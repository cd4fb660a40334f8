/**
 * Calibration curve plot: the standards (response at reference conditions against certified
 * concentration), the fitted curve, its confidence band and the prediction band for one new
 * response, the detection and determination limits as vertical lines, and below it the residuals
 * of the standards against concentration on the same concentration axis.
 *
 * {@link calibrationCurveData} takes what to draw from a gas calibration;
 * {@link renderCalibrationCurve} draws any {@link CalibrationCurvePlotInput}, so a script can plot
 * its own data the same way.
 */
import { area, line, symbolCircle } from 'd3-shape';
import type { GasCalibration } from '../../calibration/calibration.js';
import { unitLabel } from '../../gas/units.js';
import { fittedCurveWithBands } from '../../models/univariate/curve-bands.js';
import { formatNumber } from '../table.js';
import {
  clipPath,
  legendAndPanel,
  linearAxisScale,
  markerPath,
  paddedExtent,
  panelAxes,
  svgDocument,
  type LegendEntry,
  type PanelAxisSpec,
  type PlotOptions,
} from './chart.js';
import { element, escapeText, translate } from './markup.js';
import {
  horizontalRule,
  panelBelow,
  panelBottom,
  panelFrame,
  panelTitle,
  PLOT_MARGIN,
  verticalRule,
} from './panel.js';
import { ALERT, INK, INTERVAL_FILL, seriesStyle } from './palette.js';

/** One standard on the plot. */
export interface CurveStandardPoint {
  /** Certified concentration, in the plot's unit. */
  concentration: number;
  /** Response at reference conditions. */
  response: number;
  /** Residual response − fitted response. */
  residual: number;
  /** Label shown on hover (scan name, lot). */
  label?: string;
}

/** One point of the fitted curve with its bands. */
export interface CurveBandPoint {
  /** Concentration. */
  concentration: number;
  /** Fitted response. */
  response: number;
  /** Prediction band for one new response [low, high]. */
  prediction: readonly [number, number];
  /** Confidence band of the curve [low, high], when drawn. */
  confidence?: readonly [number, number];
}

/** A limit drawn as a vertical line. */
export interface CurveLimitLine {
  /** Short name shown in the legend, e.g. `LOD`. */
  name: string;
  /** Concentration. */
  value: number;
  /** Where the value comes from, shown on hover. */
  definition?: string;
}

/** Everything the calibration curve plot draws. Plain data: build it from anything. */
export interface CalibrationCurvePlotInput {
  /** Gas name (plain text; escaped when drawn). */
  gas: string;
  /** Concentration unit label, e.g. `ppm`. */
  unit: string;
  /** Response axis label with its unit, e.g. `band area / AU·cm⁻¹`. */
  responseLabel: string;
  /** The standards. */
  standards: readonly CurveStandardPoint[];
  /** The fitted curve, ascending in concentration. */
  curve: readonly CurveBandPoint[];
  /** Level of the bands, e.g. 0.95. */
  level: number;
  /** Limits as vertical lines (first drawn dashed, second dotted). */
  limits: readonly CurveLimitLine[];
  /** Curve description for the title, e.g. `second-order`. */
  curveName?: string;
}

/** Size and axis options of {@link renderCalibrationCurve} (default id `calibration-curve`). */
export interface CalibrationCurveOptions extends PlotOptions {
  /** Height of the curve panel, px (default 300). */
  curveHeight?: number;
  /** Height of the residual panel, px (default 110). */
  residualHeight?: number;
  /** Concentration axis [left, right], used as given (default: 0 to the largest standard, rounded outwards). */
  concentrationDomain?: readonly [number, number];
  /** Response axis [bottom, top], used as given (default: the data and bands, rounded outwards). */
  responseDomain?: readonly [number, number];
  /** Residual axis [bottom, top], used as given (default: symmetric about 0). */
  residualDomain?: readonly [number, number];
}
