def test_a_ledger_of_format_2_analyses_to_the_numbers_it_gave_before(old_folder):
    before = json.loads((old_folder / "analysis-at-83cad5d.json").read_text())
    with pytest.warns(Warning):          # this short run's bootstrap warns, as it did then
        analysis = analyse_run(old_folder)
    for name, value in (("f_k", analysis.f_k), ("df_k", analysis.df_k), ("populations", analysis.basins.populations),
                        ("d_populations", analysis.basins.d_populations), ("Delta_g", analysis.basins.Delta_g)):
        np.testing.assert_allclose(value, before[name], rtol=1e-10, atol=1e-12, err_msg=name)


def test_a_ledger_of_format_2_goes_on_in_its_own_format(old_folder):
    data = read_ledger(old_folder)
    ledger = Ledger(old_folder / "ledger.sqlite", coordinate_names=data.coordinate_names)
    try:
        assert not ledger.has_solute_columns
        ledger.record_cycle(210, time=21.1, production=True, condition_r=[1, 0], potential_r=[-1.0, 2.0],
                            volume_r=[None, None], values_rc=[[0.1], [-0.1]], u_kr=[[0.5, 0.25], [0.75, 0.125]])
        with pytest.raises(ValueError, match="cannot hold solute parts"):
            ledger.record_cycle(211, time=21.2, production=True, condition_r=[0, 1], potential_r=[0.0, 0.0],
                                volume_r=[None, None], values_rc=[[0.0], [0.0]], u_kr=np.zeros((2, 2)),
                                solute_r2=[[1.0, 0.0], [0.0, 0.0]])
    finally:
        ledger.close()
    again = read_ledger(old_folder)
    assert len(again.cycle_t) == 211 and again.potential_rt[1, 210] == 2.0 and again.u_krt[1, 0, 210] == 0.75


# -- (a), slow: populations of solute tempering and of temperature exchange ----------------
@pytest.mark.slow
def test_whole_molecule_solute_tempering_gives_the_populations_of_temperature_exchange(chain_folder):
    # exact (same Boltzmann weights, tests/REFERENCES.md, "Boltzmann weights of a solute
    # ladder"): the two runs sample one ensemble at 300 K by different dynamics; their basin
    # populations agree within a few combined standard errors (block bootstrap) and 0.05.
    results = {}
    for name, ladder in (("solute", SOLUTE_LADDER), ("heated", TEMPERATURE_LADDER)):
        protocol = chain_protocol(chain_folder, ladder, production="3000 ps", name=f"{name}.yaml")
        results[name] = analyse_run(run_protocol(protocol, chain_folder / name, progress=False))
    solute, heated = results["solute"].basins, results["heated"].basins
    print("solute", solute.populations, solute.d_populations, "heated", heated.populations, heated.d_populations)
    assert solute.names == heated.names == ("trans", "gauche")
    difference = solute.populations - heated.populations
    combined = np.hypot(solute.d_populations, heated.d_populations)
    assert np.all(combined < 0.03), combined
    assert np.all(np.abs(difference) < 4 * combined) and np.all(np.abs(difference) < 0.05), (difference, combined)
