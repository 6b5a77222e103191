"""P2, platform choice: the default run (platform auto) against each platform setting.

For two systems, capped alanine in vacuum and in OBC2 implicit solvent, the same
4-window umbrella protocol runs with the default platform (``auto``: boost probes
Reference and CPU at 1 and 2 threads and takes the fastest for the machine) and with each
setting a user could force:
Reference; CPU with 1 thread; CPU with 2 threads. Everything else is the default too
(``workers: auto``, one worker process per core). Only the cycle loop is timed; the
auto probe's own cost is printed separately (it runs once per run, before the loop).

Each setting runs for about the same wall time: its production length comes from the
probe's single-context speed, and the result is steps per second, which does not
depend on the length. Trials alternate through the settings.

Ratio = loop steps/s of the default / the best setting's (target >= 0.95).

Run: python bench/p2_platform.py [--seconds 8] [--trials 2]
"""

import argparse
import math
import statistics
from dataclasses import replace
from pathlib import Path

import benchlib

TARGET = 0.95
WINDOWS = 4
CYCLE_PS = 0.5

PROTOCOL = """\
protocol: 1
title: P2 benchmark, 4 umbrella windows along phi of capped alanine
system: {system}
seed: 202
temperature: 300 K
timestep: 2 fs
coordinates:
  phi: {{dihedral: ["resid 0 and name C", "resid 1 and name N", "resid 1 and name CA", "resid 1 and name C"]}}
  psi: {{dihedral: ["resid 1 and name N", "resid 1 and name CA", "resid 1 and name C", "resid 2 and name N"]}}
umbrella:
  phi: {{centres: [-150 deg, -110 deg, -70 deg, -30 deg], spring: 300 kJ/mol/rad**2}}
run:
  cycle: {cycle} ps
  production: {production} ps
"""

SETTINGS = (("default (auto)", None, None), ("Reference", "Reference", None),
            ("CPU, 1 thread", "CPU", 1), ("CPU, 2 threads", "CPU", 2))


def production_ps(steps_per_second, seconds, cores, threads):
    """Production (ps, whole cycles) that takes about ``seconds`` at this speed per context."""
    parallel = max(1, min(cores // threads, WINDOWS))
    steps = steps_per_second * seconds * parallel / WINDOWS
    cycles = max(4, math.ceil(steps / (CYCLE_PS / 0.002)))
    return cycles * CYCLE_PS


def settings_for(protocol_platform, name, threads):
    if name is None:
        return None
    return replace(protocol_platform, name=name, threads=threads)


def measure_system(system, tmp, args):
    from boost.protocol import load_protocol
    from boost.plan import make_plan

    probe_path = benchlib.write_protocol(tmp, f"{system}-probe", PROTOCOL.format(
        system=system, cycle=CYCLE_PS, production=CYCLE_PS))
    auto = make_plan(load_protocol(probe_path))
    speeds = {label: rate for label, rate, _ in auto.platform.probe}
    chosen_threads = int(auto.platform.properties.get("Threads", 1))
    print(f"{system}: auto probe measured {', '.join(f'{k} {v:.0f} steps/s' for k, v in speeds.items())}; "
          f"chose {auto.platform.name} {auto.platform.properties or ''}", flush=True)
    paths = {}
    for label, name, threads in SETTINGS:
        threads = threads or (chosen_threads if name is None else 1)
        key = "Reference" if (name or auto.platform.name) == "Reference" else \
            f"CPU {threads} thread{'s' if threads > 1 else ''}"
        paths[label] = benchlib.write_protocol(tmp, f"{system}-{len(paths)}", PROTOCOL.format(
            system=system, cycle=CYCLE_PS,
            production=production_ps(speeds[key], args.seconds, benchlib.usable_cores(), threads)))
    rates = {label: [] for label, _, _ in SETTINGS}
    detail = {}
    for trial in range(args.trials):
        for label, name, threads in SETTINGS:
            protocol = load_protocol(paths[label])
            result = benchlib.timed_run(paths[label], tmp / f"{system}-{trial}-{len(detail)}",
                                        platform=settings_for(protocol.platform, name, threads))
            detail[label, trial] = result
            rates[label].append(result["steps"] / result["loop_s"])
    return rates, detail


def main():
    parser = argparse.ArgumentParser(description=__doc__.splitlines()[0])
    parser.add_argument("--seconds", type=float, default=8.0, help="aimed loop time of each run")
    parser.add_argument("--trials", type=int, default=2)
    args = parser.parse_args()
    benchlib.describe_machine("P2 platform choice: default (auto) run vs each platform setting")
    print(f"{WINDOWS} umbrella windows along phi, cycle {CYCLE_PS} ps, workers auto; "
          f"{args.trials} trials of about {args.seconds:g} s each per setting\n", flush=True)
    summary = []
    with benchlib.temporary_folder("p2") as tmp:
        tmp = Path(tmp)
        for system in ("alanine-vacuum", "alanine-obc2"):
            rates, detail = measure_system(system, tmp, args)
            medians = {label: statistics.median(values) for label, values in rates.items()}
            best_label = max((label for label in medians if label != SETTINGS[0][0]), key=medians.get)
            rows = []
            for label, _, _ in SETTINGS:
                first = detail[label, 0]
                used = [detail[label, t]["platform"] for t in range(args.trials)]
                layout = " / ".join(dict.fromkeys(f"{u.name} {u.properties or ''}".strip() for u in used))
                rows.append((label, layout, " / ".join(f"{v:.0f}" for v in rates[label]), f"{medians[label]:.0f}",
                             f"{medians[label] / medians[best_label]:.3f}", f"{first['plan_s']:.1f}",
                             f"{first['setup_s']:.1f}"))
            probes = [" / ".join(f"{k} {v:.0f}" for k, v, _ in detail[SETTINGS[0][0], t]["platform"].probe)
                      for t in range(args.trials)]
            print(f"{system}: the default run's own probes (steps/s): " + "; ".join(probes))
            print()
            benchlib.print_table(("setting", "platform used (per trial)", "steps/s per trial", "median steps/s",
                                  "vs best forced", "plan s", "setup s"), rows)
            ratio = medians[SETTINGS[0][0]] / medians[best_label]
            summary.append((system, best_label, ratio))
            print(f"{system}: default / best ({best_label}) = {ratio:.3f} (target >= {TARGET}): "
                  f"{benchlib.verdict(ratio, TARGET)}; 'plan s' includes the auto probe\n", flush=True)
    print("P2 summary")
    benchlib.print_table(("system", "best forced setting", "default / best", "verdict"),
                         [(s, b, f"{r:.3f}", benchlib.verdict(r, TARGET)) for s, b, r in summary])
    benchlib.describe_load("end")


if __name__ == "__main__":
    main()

Exercise directions: Report back each line of the entries that holds the string "else".

Final answer:
Reference; CPU with 1 thread; CPU with 2 threads. Everything else is the default too
        threads = threads or (chosen_threads if name is None else 1)
        key = "Reference" if (name or auto.platform.name) == "Reference" else \
            f"CPU {threads} thread{'s' if threads > 1 else ''}"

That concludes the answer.